Инженер раскрыл глаза и с любопытством уставился взором в темноту.
Гипнотизера в комнате не было. Но в одном месте на стене показалось какое-то светлое облако.
— Шшшшшжжжбумм!.. Ку-ку! Ку-ку!..
Это пробили где-то половину двенадцатого старинные часы с кукушкой.
Сразу как-то спокойно, солидно, старинно на душе сделалось. Раздался серебряный звон старинной табакерки с музыкой.
Табакерка играла медленный вальс a trois temps[7] Ланнера.
И в такт музыке закачалось сиреневое облачко на стене. И чем больше качалось, тем больше принимало формы девушки.
И вот сердце Переверзева радостно забилось, что-то похожее на Берту почудилось ему в дымке сиреневого тюля.
— Да, да! Это она!..
Он хотел броситься к ней, протянул руки, но не мог встать с кресла.
Вдруг в комнате стало ослепительно светло. Перед ним стояла ослепительная в своей красоте Берта, как раз в том сиреневом платье с зеленым тюлевым шарфом, в котором он ее видел в последний раз.
— Берта! — радостно крикнул он.
— Илья, вы меня звали?.. Вы хотели меня видеть!
— Берта! Я умираю от тоски по тебе!..
— Вот я с вами… Я с тобой… Ты счастлив?..
— Берта! Подойди ко мне… Дай мне руку, чтобы я убедился, что это ты…
— Вот тебе моя рука! И вот колечко, подаренное тобою…
— Отчего так холодны твои руки?.. Нагнись надо мной, чтобы я мог дышать ароматом твоих волос…
Она обвила его шею руками и ласково прижалась нежным обескорсеченным телом к его груди, к его щеке и пьяным хмелем откровенного декольте одурманила.
— Куда ты исчезала? Зачем покинула меня, едва обнадежив?

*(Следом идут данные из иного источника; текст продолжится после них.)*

# -- chorales: voices written out -----------------------------------------------
# Each voice is a list of (key, beats); key None is a rest. Soprano, alto, tenor, bass.
# Note names are turned into keys by _n (C4 = 60).

_PC = {"C": 0, "D": 2, "E": 4, "F": 5, "G": 7, "A": 9, "B": 11}


def _n(name: str) -> int:
    """'F#4' -> 66, 'Bb3' -> 58 (scientific pitch, C4 = 60)."""
    pc = _PC[name[0]]
    i = 1
    while i < len(name) and name[i] in "#b":
        pc += 1 if name[i] == "#" else -1
        i += 1
    return pc + 12 * (int(name[i:]) + 1)


def _voice(text: str) -> list[tuple[Optional[int], float]]:
    """'G4:1 G4:1 F#4:.5' -> [(67, 1.0), (67, 1.0), (66, 0.5)]; 'r:1' is a rest."""
    out = []
    for tok in text.split():
        name, _, beats = tok.partition(":")
        out.append((None if name == "r" else _n(name), float(beats or 1)))
    return out


# Old Hundredth (Genevan Psalter 1551, tune by Louis Bourgeois), G major; melody from
# memory, harmonisation ours. Phrases of 8 notes, first and last of each phrase long.
OLD_HUNDREDTH = {
    "name": "old-hundredth",
    "source": "tune: Old Hundredth, L. Bourgeois, Genevan Psalter 1551 (public domain), melody from memory; "
              "four-part setting written for this project",
    "beats_per_second": 1.5,
    "voices": [
        # soprano
        "G4:2 G4:1 F#4:1 E4:1 D4:1 G4:1 A4:1 B4:2 "
        "B4:2 B4:1 B4:1 A4:1 G4:1 C5:1 B4:1 A4:2 "
        "G4:2 G4:1 F#4:1 E4:1 D4:1 G4:1 A4:1 B4:2 "
        "A4:2 G4:1 E4:1 F#4:1 G4:1 G4:1 F#4:1 G4:2",
        # alto
        "D4:2 D4:1 D4:1 C4:1 B3:1 D4:1 D4:1 D4:2 "
        "D4:2 D4:1 G4:1 F#4:1 G4:1 E4:1 D4:1 D4:2 "
        "D4:2 D4:1 D4:1 C4:1 B3:1 D4:1 D4:1 D4:2 "
        "D4:2 D4:1 C4:1 D4:1 D4:1 E4:1 D4:1 D4:2",
        # tenor
        "B3:2 B3:1 A3:1 G3:1 G3:1 B3:1 F#3:1 G3:2 "
        "G3:2 G3:1 D4:1 D4:1 D4:1 C4:1 G3:1 F#3:2 "
        "B3:2 B3:1 A3:1 G3:1 G3:1 B3:1 F#3:1 G3:2 "
        "F#3:2 G3:1 G3:1 A3:1 B3:1 C4:1 A3:1 B3:2",
        # bass
        "G2:2 G2:1 D3:1 C3:1 G2:1 G2:1 D3:1 G2:2 "
        "G2:2 G3:1 G3:1 D3:1 B2:1 A2:1 B2:1 D3:2 "
        "G2:2 G2:1 D3:1 C3:1 G2:1 G2:1 D3:1 G2:2 "
        "D3:2 E3:1 C3:1 D3:1 G2:1 C3:1 D3:1 G2:2",
    ],
}

# Tallis' Canon (Thomas Tallis, c. 1567), G major; tune from memory, setting ours
# (the tenor follows the melody a bar later as in the tune's canon, freely).
TALLIS_CANON = {
    "name": "tallis-canon",
    "source": "tune: Tallis' Canon, T. Tallis c. 1567 (public domain), melody from memory; "
              "four-part setting written for this project",
    "beats_per_second": 1.6,
    "voices": [
        "G4:1 G4:1 F#4:1 G4:1 G4:1 A4:1 A4:1 B4:1 "
        "G4:1 C5:1 C5:1 B4:1 B4:1 A4:1 A4:1 G4:1 "
        "B4:1 A4:1 G4:1 C5:1 B4:1 A4:1 A4:1 G4:1 "
        "D5:1 B4:1 G4:1 A4:1 B4:1 A4:1 G4:2",
        "D4:1 D4:1 D4:1 D4:1 E4:1 E4:1 D4:1 D4:1 "
        "D4:1 E4:1 E4:1 D4:1 G4:1 F#4:1 D4:1 D4:1 "
        "G4:1 F#4:1 E4:1 E4:1 D4:1 E4:1 D4:1 D4:1 "
        "F#4:1 G4:1 E4:1 E4:1 D4:1 D4:1 D4:2",
        "B3:1 B3:1 A3:1 B3:1 C4:1 C4:1 A3:1 G3:1 "
        "B3:1 G3:1 A3:1 G3:1 D4:1 D4:1 C4:1 B3:1 "
        "D4:1 D4:1 B3:1 A3:1 G3:1 C4:1 B3:1 A3:1 "
        "A3:1 D4:1 C4:1 C4:1 G3:1 F#3:1 B3:2",
        "G2:1 G2:1 D3:1 G2:1 C3:1 A2:1 D3:1 G2:1 "
        "G2:1 C3:1 A2:1 G2:1 G2:1 D3:1 F#2:1 G2:1 "
        "G2:1 D3:1 E3:1 A2:1 B2:1 C3:1 D3:1 D3:1 "
        "D3:1 G2:1 C3:1 A2:1 D3:1 D3:1 G2:2",
    ],
}

# Winchester New (Musikalisches Handbuch, Hamburg 1690, as sung in English hymnals),
# D major; tune from memory, setting ours.
WINCHESTER_NEW = {
    "name": "winchester-new",
    "source": "tune: Winchester New, Musikalisches Handbuch, Hamburg 1690 (public domain), melody from memory; "
              "four-part setting written for this project",
    "beats_per_second": 1.6,
    "voices": [
        "D4:1 A4:1 F#4:1 G4:1 A4:1 B4:1 A4:1 G4:1 F#4:2 r:1 "
        "A4:1 D5:1 C#5:1 B4:1 A4:1 G4:1 F#4:1 E4:2 r:1 "
        "E4:1 F#4:1 G4:1 A4:1 B4:1 A4:1 G4:1 F#4:2 r:1 "
        "A4:1 B4:1 G4:1 E4:1 F#4:1 E4:1 E4:1 D4:2",
        "D4:1 D4:1 D4:1 D4:1 D4:1 D4:1 C#4:1 C#4:1 D4:2 r:1 "
        "F#4:1 F#4:1 E4:1 E4:1 E4:1 D4:1 D4:1 C#4:2 r:1 "
        "C#4:1 D4:1 D4:1 D4:1 D4:1 D4:1 C#4:1 D4:2 r:1 "
        "D4:1 D4:1 D4:1 C#4:1 D4:1 D4:1 C#4:1 A3:2",
        "F#3:1 F#3:1 A3:1 B3:1 A3:1 G3:1 A3:1 A3:1 A3:2 r:1 "
        "A3:1 A3:1 A3:1 G#3:1 A3:1 B3:1 A3:1 A3:2 r:1 "
        "A3:1 A3:1 B3:1 A3:1 G3:1 F#3:1 A3:1 A3:2 r:1 "
        "F#3:1 G3:1 B3:1 A3:1 A3:1 B3:1 A3:1 F#3:2",
        "D3:1 F#3:1 D3:1 B2:1 F#2:1 G2:1 A2:1 A2:1 D3:2 r:1 "
        "D3:1 B2:1 A2:1 E3:1 C#3:1 B2:1 D3:1 A2:2 r:1 "
        "A2:1 D3:1 B2:1 F#2:1 G2:1 D3:1 A2:1 D3:2 r:1 "
        "D3:1 G2:1 E2:1 A2:1 D3:1 G2:1 A2:1 D2:2",
    ],
}

# St Anne (William Croft, 1708), C major; tune from memory, setting ours.
ST_ANNE = {
    "name": "st-anne",
    "source": "tune: St Anne, W. Croft 1708 (public domain), melody from memory; "
              "four-part setting written for this project",
    "beats_per_second": 1.5,
    "voices": [
        "G4:1 E4:1 A4:1 G4:1 C5:1 C5:1 B4:1 C5:2 "
        "G4:1 A4:1 F4:1 E4:1 D4:1 C4:1 B3:1 C4:2 "
        "E4:1 G4:1 G4:1 F#4:1 G4:1 E4:1 A4:1 D4:2 "
        "D5:1 C5:1 A4:1 B4:1 G4:1 A4:1 B4:1 C5:2",
        "E4:1 C4:1 C4:1 D4:1 E4:1 F4:1 D4:1 E4:2 "
        "E4:1 C4:1 C4:1 C4:1 B3:1 A3:1 G3:1 G3:2 "
        "C4:1 D4:1 E4:1 D4:1 D4:1 C4:1 C4:1 B3:2 "
        "F4:1 E4:1 F4:1 F4:1 E4:1 F4:1 F4:1 E4:2",
        "C4:1 G3:1 A3:1 B3:1 G3:1 A3:1 G3:1 G3:2 "
        "C4:1 A3:1 A3:1 G3:1 G3:1 E3:1 F3:1 E3:2 "
        "G3:1 B3:1 C4:1 A3:1 B3:1 G3:1 E3:1 G3:2 "
        "A3:1 G3:1 C4:1 D4:1 C4:1 C4:1 D4:1 C4:2",
        "C3:1 C3:1 F3:1 G3:1 C3:1 F3:1 G3:1 C3:2 "
        "C3:1 F3:1 A2:1 C3:1 G2:1 A2:1 G2:1 C3:2 "
        "C3:1 G2:1 C3:1 D3:1 G2:1 C3:1 C3:1 G2:2 "
        "D3:1 E3:1 F3:1 D3:1 E3:1 F3:1 G3:1 C3:2",
    ],
}

CHORALES = [OLD_HUNDREDTH, TALLIS_CANON, WINCHESTER_NEW, ST_ANNE]


def voices_events(voices: Sequence[str], *, beats_per_second: float = 1.5, legato: bool = True,
                  gap: float = 0.08, velocity: int = 80, channel: int = 0, start: float = 0.0) -> list[Event]:
    """Voices written as text -> note events. Legato: a voice that repeats a key holds it."""
    ev: list[Event] = []
    spb = 1.0 / beats_per_second
    for text in voices:
        beat = 0.0  # whole and half beats add exactly in binary floating point
        notes = _voice(text)
        i = 0
        while i < len(notes):
            key, beats = notes[i]
            dur = beats
            j = i + 1
            if legato and key is not None:
                while j < len(notes) and notes[j][0] == key:
                    dur += notes[j][1]
                    j += 1
            if key is not None:
                on = start + beat * spb
                off = start + (beat + dur) * spb - (0.0 if legato else gap)
                ev.append((on, mido.Message("note_on", note=key, velocity=velocity, channel=channel)))
                ev.append((off, mido.Message("note_off", note=key, velocity=0, channel=channel)))
            beat += dur
            i = j
    return sort_events(_fix_overlaps(ev))


def _fix_overlaps(ev: list[Event]) -> list[Event]:
    """Two voices on one key at once (unison): merge into one note (a keyboard has one key)."""
    ev = sort_events(ev)
    out: list[Event] = []
    depth: dict[int, int] = {}
    for t, m in ev:
        k = m.note
        if _is_off(m):
            depth[k] = depth.get(k, 0) - 1
            if depth[k] == 0:
                out.append((t, m))
        else:
            depth[k] = depth.get(k, 0) + 1
            if depth[k] == 1:
                out.append((t, m))
    return out


def chorale_events(piece: dict, *, legato: bool = True) -> list[Event]:
    return voices_events(piece["voices"], beats_per_second=piece["beats_per_second"], legato=legato)


# -- the catalogue --------------------------------------------------------------

def progression(name: str, *, legato: bool = True, rounds: int = 8) -> list[Event]:
    """Events of a named progression: pump, minor-cadences, dominant-chain, chromatic, or a chorale name."""
    if name == "pump":
        return chord_events(comma_pump_chords(rounds), legato=legato)
    if name == "minor-cadences":
        return chord_events(minor_cadence_chords(), legato=legato)
    if name == "dominant-chain":
        return chord_events(dominant_chain_chords(), legato=legato)
    if name == "chromatic":
        return chord_events(chromatic_passage_chords(), legato=legato)
    for p in CHORALES:
        if p["name"] == name:
            return chorale_events(p, legato=legato)
    raise KeyError(name)


PROGRESSIONS = ["pump", "minor-cadences", "dominant-chain", "chromatic"] + [p["name"] for p in CHORALES]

— Я уезжала в несчастную, разоренную Польшу. Я была в Радоме на балу принца. Я танцевала полонез с королем саксонским и мазурку с принцем Иоахимом. Графиня Потоцкая, княгиня Радзивилл и прочие знатные дамы отвешивали мне почтительные поклоны, видя, как принц восхищен моей красотой. И вот все же я покинула их и вернулась к тебе, мой милый, дорогой Илья. Ну, целуй, целуй мою шею, мои плечи, мои губы…

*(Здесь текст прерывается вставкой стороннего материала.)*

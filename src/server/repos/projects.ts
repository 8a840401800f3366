import { and, asc, desc, eq, inArray, like, or, sql } from 'drizzle-orm';
import type { Db, Tx } from '../db/client';
import { plates, projectMembers, projects, revisions, users } from '../db/schema';
import type { SessionUser } from '../auth/types';
import { AppError, forbidden, notFound } from '../errors';
import { audit } from './audit';

export interface ProjectSummary {
  id: number;
  name: string;
  swapDescription: string;
  owner: { id: string; name: string };
  plateCount: number;
  /** the most advanced state among the plates' latest revisions */
  status: 'empty' | 'draft' | 'in_review' | 'approved' | 'changes_requested';
  updatedAt: string;
}

export const SEES_ALL_PROJECTS = ['engineer', 'admin'] as const;

/** Who may see and change a project: engineers and admins all; designers their own and where they are members. */
export async function projectAccess(db: Db | Tx, user: SessionUser, projectId: number): Promise<{ canView: boolean; canEdit: boolean; exists: boolean }> {
  const [p] = await db.select({ id: projects.id, ownerId: projects.ownerId }).from(projects).where(eq(projects.id, projectId)).limit(1);
  if (!p) return { exists: false, canView: false, canEdit: false };
  if (user.role === 'engineer' || user.role === 'admin') return { exists: true, canView: true, canEdit: true };
  if (user.role === 'designer') {
    if (p.ownerId === user.id) return { exists: true, canView: true, canEdit: true };
    const [m] = await db
      .select({ u: projectMembers.userId })
      .from(projectMembers)
      .where(and(eq(projectMembers.projectId, projectId), eq(projectMembers.userId, user.id)))
      .limit(1);
    return { exists: true, canView: !!m, canEdit: !!m };
  }
  return { exists: true, canView: false, canEdit: false };
}

/** 404 for projects the user may not see (no leak of what exists), 403 for view-only users trying to change. */
export async function assertProject(db: Db | Tx, user: SessionUser, projectId: number, need: 'view' | 'edit'): Promise<void> {
  const a = await projectAccess(db, user, projectId);
  if (!a.exists || !a.canView) throw notFound('Project');
  if (need === 'edit' && !a.canEdit) throw forbidden('You may view this project but not change it.');
}

const STATUS_RANK = { empty: 0, draft: 1, changes_requested: 2, in_review: 3, approved: 4 } as const;

export async function listProjects(db: Db, user: SessionUser, opts: { q?: string } = {}): Promise<ProjectSummary[]> {
  if (user.role === 'machinist') throw forbidden('Machinists see released plates in the shop, not projects.');
  const conditions = [];
  if (user.role === 'designer') {
    const memberOf = db.select({ id: projectMembers.projectId }).from(projectMembers).where(eq(projectMembers.userId, user.id));
    conditions.push(or(eq(projects.ownerId, user.id), inArray(projects.id, memberOf)));
  }
  if (opts.q) conditions.push(or(like(projects.name, `%${opts.q}%`), like(projects.swapDescription, `%${opts.q}%`)));
  // one query: each project with each of its plates and that plate's latest revision (highest number)
  const latestNumber = sql`(SELECT MAX(${sql.raw('lr.number')}) FROM ${revisions} AS ${sql.raw('lr')} WHERE ${sql.raw('lr.plate_id')} = ${plates.id})`;
  const rows = await db
    .select({
      id: projects.id,
      name: projects.name,
      swapDescription: projects.swapDescription,
      ownerId: projects.ownerId,
      ownerName: users.name,
      updatedAt: projects.updatedAt,
      plateId: plates.id,
      status: revisions.status,
    })
    .from(projects)
    .innerJoin(users, eq(users.id, projects.ownerId))
    .leftJoin(plates, eq(plates.projectId, projects.id))
    .leftJoin(revisions, and(eq(revisions.plateId, plates.id), eq(revisions.number, latestNumber)))
    .where(conditions.length ? and(...conditions) : undefined)
    .orderBy(desc(projects.updatedAt), asc(projects.id));
  const out: ProjectSummary[] = [];
  const byId = new Map<number, ProjectSummary>();
  for (const r of rows) {
    let p = byId.get(r.id);
    if (!p) {
      p = { id: r.id, name: r.name, swapDescription: r.swapDescription, owner: { id: r.ownerId, name: r.ownerName }, plateCount: 0, status: 'empty', updatedAt: r.updatedAt.toISOString() };
      byId.set(r.id, p);
      out.push(p);
    }
    if (r.plateId === null) continue;
    p.plateCount++;
    const s = (r.status === 'superseded' ? 'approved' : r.status ?? 'draft') as keyof typeof STATUS_RANK;
    if (STATUS_RANK[s] > STATUS_RANK[p.status]) p.status = s as ProjectSummary['status'];
  }
  return out;
}

export async function createProject(db: Db, user: SessionUser, input: { name: string; swapDescription: string }): Promise<{ id: number }> {
  if (user.role === 'machinist') throw forbidden('Machinists do not create projects.');
  return db.transaction(async (tx) => {
    const [p] = await tx.insert(projects).values({ name: input.name, swapDescription: input.swapDescription, ownerId: user.id }).$returningId();
    await audit(tx, user.id, 'project.created', { type: 'project', id: p.id }, { name: input.name });
    return { id: p.id };
  });
}

export async function getProject(db: Db, user: SessionUser, projectId: number) {
  await assertProject(db, user, projectId, 'view');
  const [p] = await db
    .select({ id: projects.id, name: projects.name, swapDescription: projects.swapDescription, ownerId: projects.ownerId, ownerName: users.name, createdAt: projects.createdAt, updatedAt: projects.updatedAt })
    .from(projects)
    .innerJoin(users, eq(users.id, projects.ownerId))
    .where(eq(projects.id, projectId));
  const members = await db
    .select({ id: users.id, name: users.name, email: users.email, role: users.role })
    .from(projectMembers)
    .innerJoin(users, eq(users.id, projectMembers.userId))
    .where(eq(projectMembers.projectId, projectId))
    .orderBy(asc(users.name));
  const plateRows = await db.select().from(plates).where(eq(plates.projectId, projectId)).orderBy(asc(plates.partNumber));
  const revRows = plateRows.length
    ? await db
        .select({ id: revisions.id, plateId: revisions.plateId, number: revisions.number, status: revisions.status, createdAt: revisions.createdAt })
        .from(revisions)
        .where(inArray(revisions.plateId, plateRows.map((p) => p.id)))
    : [];
  return {
    id: p.id,
    name: p.name,
    swapDescription: p.swapDescription,
    owner: { id: p.ownerId, name: p.ownerName },
    members,
    createdAt: p.createdAt.toISOString(),
    updatedAt: p.updatedAt.toISOString(),
    plates: plateRows.map((pl) => {
      const revs = revRows.filter((r) => r.plateId === pl.id).sort((a, b) => b.number - a.number);
      const released = revs.find((r) => r.status === 'approved');
      return {
        id: pl.id,
        partNumber: pl.partNumber,
        title: pl.title,
        material: pl.material,
        latestRevision: revs[0] ? { id: revs[0].id, number: revs[0].number, status: revs[0].status, createdAt: revs[0].createdAt.toISOString() } : null,
        releasedRevision: released ? { id: released.id, number: released.number } : null,
      };
    }),
  };
}

export async function updateProject(db: Db, user: SessionUser, projectId: number, patch: { name?: string; swapDescription?: string }) {
  await assertProject(db, user, projectId, 'edit');
  await db.transaction(async (tx) => {
    await tx.update(projects).set({ ...patch, updatedAt: sql`CURRENT_TIMESTAMP(3)` }).where(eq(projects.id, projectId));
    await audit(tx, user.id, 'project.updated', { type: 'project', id: projectId }, patch);
  });
}

export async function addMember(db: Db, user: SessionUser, projectId: number, email: string) {
  await assertProject(db, user, projectId, 'edit');
  const [u] = await db.select({ id: users.id, role: users.role, active: users.active, name: users.name }).from(users).where(eq(users.email, email.toLowerCase())).limit(1);
  if (!u || !u.active) throw new AppError(404, 'user_not_found', `No active user with the e-mail ${email}. Invite them first (Admin → Users).`);
  if (u.role === 'machinist') throw new AppError(400, 'invalid_member', 'Machinists see released plates in the shop; they are not project members.');
  await db.transaction(async (tx) => {
    const [exists] = await tx.select({ u: projectMembers.userId }).from(projectMembers).where(and(eq(projectMembers.projectId, projectId), eq(projectMembers.userId, u.id))).limit(1);
    if (exists) return;
    await tx.insert(projectMembers).values({ projectId, userId: u.id });
    await audit(tx, user.id, 'project.member_added', { type: 'project', id: projectId }, { userId: u.id });
  });
  return { id: u.id, name: u.name, role: u.role };
}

Он впился губами в ее губы, и новый хмель новым прибоем по-новому охмелил его.
Вдруг она оторвала губы от губ, выскользнула из объятий, шепнула:
«До завтра, милый!..»
Сразу в прежнюю мглу погрузилась комната.
— Встаньте! — раздался голос гипнотизера. — Вернитесь домой, чувствуйте себя бодрым, прилежно работайте над вашим проектом сегодня ночью и завтра днем. Завтра в десять явитесь ко мне и продиктуйте все, сделанное вами.
— Шшшшжжжбум. Ку-ку!.. бум-ку-ку… бум-ку-ку…
Часы пробили двенадцать.
— Неужели только полчаса я провел в этом кабинете! Мне кажется, — целую жизнь, полную радостных видений.
Переверзев ушел от Таубе другим человеком.
IV. ПЕРВОЕ ПРЕДОСТЕРЕЖЕНИЕ
— Берта, вы — гениальная актриса! — восхищенно воскликнул Таубе.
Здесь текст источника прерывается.